This article was published 06/05/2017 (3254 days ago), so information in it may no longer be current.

Quietly, with no fanfare or photo ops, a delegation from North Korea arrived in Manitoba Wednesday night for meetings arranged by their humanitarian hosts.

The five North Korean men are here until Sunday, said Chris Rice, the Mennonite Central Committee’s (MCC) northeast Asia representative, who is accompanying them.
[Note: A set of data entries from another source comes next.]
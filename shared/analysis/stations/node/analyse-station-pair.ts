import { createHash } from 'node:crypto';
import { OutcomeEncoding } from '../../log/column-mapping';
import { LISTED_PROBLEMS, LogProblem } from '../../log/log-problem';
import { TriggerSpan } from '../../log/range-plans';
import { assembleResult, invalidResult, refusedResult, RunContext } from '../../report/assemble-result';
import { AnalysisResult, InputSummary, UnsealedResult } from '../../result';
import { aesKeystream } from '../../node/aes-keystream';
import { AnalysisRequestError } from '../../node/analysis-errors';
import { resolveRequest } from '../../node/analysis-request';
import { sealResult } from '../../node/fingerprint';
import { LogSource, sourceBytes } from '../../node/log-source';
import { decideAlignment } from '../alignment-decision';
import { JoinedBatch } from '../joined-round';
import { JoinedStreamAnalysis } from '../joined-stream-analysis';
import { scanOffsets } from '../offset-scan';
import { checkedStatedOffset, StatedOffset } from '../stated-offset';
import { Station } from '../station-columns';
import { StationGeometry } from '../station-geometry';
import { StationJoin, StationJoinSummary } from '../station-join';
import { alignmentSummary, StationFileSummary, stationFileSummary, StationPairSummary } from '../station-pair-summary';
import { pairTimingRefusal, spaceLikeFinding } from '../space-like-rule';
import { TimingCheck } from '../timing-check';
import { DigestingSource, FileDigest } from './file-digest';
import { readStationLog, StationLogReading } from './station-log-file';
import { readStationLogInThread } from './threaded-station-log';

/** Options of the analysis of two station logs; everything may be left out. */
export interface StationPairAnalysisOptions {
  /** The profile as written (validated here; defaults filled in). Its test rounds must be drawn from a seed. */
  profile?: unknown;
  /** How both logs write their outcomes; default `0/1`. */
  outcomes?: OutcomeEncoding;
  /** Selection seed, 64 hex digits; drawn from the OS CSPRNG when left out. */
  seed?: string;
  /** Pairs A's round r with B's round r + k, on the caller's word and with its reason; shown in the result. */
  statedOffset?: StatedOffset;
  /** Where the stations are: with it, and times in both logs, the result reports the timing check. */
  geometry?: StationGeometry;
  /** Station A's records the alignment check reads; default 10^6 (`ALIGNMENT_WINDOW_ROUNDS`). */
  alignmentWindowRounds?: number;
}

const STATIONS: readonly Station[] = ['A', 'B'];

/**
 * Analyses the two station logs of one night: the joined log the engine judges is the rounds both
 * stations recorded, over the trigger span of both records, so a round only one station recorded is
 * a missing round wherever it lies, the two ends included. Three passes over the logs, memory
 * independent of their length: (1) the join, with each file's SHA-256, what each side lacks and the
 * timing check; (2) the alignment check over station A's first 10^6 records; (3) the join again,
 * into the engine's record path; each file's SHA-256 is taken again and must not have changed.
 * Two files are read on two cores (`hashedReadings`).
 * A shift found by the alignment check makes the pair INVALID, with its sentence in `reasons`: the
 * records are never realigned silently; a stated offset is applied as given and shown. The timing
 * check, when the geometry and both logs' times allow it, is one of the run's checks; under a
 * profile that requires space-like separation it blocks, and a pair whose timing cannot be checked
 * is INVALID with a sentence naming what is missing. A stream source must be openable four times.
 * Rejects only with `AnalysisRequestError`.
 */
export async function analyseStationPair(a: LogSource, b: LogSource, options: StationPairAnalysisOptions = {}): Promise<AnalysisResult> {
  const outcomes = options.outcomes ?? '0/1';
  const request = resolveRequest(options.profile, { outcomes }, options.seed);
  if (request.profile.testSelection.mode === 'from-log') {
    throw new AnalysisRequestError('station logs carry no test marks: two station logs need test rounds drawn from a seed (fixed-fraction or bernoulli selection)', 'profile');
  }
  const statedOffset = asRequest(() => (options.statedOffset === undefined ? undefined : checkedStatedOffset(options.statedOffset)));
  const timing = asRequest(() => (options.geometry === undefined ? null : new TimingCheck(options.geometry)));
  const sources = { A: a, B: b };
  await Promise.all(STATIONS.map((station) => sourceBytes(sources[station])));

  const first = await joinPass(sources, outcomes, statedOffset, timing);
  const files = first.files;
  const withStations = (result: UnsealedResult, stations: StationPairSummary) => sealResult({ ...result, stations });
  const context: RunContext = { input: pairInput(files, first.join.joinedRounds, request.mapping), profile: request.profile, seed: request.seed };
  const problems = STATIONS.flatMap((station) => first.problems[station].map((problem) => ({ ...problem, message: `station ${station}'s log: ${problem.message}` })));
  if (problems.length > 0) {
    const count = files.reduce((total, file) => total + file.problemCount, 0);
    return withStations(invalidResult(problems.slice(0, LISTED_PROBLEMS), count, context), { files, join: null, alignment: null, timing: null });
  }
  const timingShown = timing !== null && files.every((file) => file.hasTimes) ? timing.summary() : null;
  const untimedStations = files.filter((file) => !file.hasTimes).map((file) => file.station);
  const timingRefusal = pairTimingRefusal(request.profile, { geometry: timing !== null, untimedStations });

  const scan = await scanOffsets(readStationLog(a, 'A', outcomes).rows, readStationLog(b, 'B', outcomes).rows, {
    centre: statedOffset?.rounds ?? 0,
    windowRounds: options.alignmentWindowRounds,
  });
  const alignment = alignmentSummary(decideAlignment(scan), scan.roundsRead);
  const stations: StationPairSummary = { files, join: first.join, alignment, timing: timingShown };
  const refusals = [...(timingRefusal === null ? [] : [timingRefusal]), ...(alignment.shifted ? [alignment.sentence] : [])];
  if (refusals.length > 0) {
    return withStations(refusedResult(refusals, [], 0, context), stations);
  }

  // Every record holds a row, so the span exists.
  const span = first.join.span as TriggerSpan;
  const keystream = request.seed === null ? null : aesKeystream(request.seed);
  const analysis = JoinedStreamAnalysis.start(request.profile, span, first.join.joinedRounds, keystream);
  if (!(analysis instanceof JoinedStreamAnalysis)) {
    return withStations(invalidResult([analysis], 1, context), stations);
  }
  const second = await joinPass(sources, outcomes, statedOffset, analysis);
  if (second.files.some((file, i) => file.sha256 !== files[i].sha256)) {
    throw new AnalysisRequestError('a station log changed while it was being analysed', 'io');
  }
  const summary = analysis.summary();
  const findings = timingShown === null ? [] : [spaceLikeFinding(timingShown, request.profile)];
  const result = summary.problemCount > 0 ? invalidResult(summary.problems, summary.problemCount, context) : assembleResult(summary, context, { span, findings });
  return withStations(result, stations);
}

/** One pass of the join over both logs, each hashed as stored, each batch of joined rounds handed to `consumer`. */
async function joinPass(
  sources: Record<Station, LogSource>,
  outcomes: OutcomeEncoding,
  statedOffset: StatedOffset | undefined,
  consumer: { add(rounds: JoinedBatch): void } | null,
): Promise<{ files: StationFileSummary[]; join: StationJoinSummary; problems: Record<Station, LogProblem[]> }> {
  const readings = hashedReadings(sources, outcomes);
  const join = new StationJoin(readings.A.rows, readings.B.rows, { statedOffset });
  for await (const batch of join.rounds()) consumer?.add(batch);
  const digests: FileDigest[] = await Promise.all(STATIONS.map((station) => readings[station].digest()));
  const files = STATIONS.map((station, i) => stationFileSummary(readings[station].summary(), { ...digests[i], compression: readings[station].compression() ?? 'none' }));
  return { files, join: join.summary(), problems: { A: readings.A.summary().problems, B: readings.B.summary().problems } };
}

/** A station log's reading with its file's digest (once the rows are read). */
type HashedReading = StationLogReading & { digest(): Promise<FileDigest> };

/**
 * Both logs read and hashed in one reading each. Two files: station B's is read and hashed in a
 * thread of its own, so the join reads both on two cores. A stream is read and hashed here.
 */
function hashedReadings(sources: Record<Station, LogSource>, outcomes: OutcomeEncoding): Record<Station, HashedReading> {
  const here = (source: LogSource, station: Station): HashedReading => {
    const digesting = new DigestingSource(source);
    return { ...readStationLog(digesting.tapped, station, outcomes), digest: () => digesting.digest() };
  };
  const { A: a, B: b } = sources;
  return { A: here(a, 'A'), B: 'path' in a && 'path' in b ? readStationLogInThread(b.path, 'B', outcomes) : here(b, 'B') };
}

/**
 * What the result's `input` says of a pair: the SHA-256 of the two files' digests (hex, station A's
 * then B's, each ending in a line feed), so one value names both files; their bytes together; the
 * joined rounds; gzip when either file is. Each file's own figures are in `stations.files`.
 */
function pairInput(files: readonly StationFileSummary[], joinedRounds: number, mapping: InputSummary['mapping']): InputSummary {
  const sha256 = stationPairDigest(files[0].sha256, files[1].sha256);
  const bytes = files.reduce((total, file) => total + file.bytes, 0);
  const compression = files.some((file) => file.compression === 'gzip') ? 'gzip' : 'none';
  return { sha256, bytes, rounds: joinedRounds, compression, mapping };
}

/** The one SHA-256 that names two station logs: of station A's digest then B's, hex, each ending in a line feed. */
export function stationPairDigest(stationASha256: string, stationBSha256: string): string {
  return createHash('sha256').update(`${stationASha256}\n${stationBSha256}\n`).digest('hex');
}

/** Runs a check of the caller's stated offset or geometry, its RangeError becoming a request error. */
function asRequest<T>(check: () => T): T {
  try {
    return check();
  } catch (error) {
    if (error instanceof RangeError) throw new AnalysisRequestError(error.message, 'stations');
    throw error;
  }
}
“We’re hosting a delegation of North Korean counterparts who we work with in our humanitarian work in North Korea,” Rice said, adding there’s no way they’d have been given visas to enter the United States right now.

SUPPLIED
Chris Rice is the Mennonite Central Committee's northeast Asia representative who lives in South Korea and is accompanying the North Korean delegation visiting Manitoba until Sunday.
SUPPLIED Chris Rice is the Mennonite Central Committee's northeast Asia representative who lives in South Korea and is accompanying the North Korean delegation visiting Manitoba until Sunday.

“It is rare and in the current climate it’s very difficult for this kind of mutual, face-to-face encounter to happen — it’s very significant,” Rice said, carefully choosing his words so as to not jeopardize the relationship.

“I think we have to be very sensitive. MCC’s primary focus in this work is serving vulnerable people in North Korea and being ambassadors of peace and reconciliation. Sometimes that work is better done in ways that are quiet.”

The “current climate” is rising global tension with North Korea threatening another nuclear test and the U.S. increasing its military presence in the region and pushing for tougher sanctions. Canada’s stance on North Korea is it’s a destabilizing force in the Asia Pacific region and it discourages travel and commerce with the isolated nation.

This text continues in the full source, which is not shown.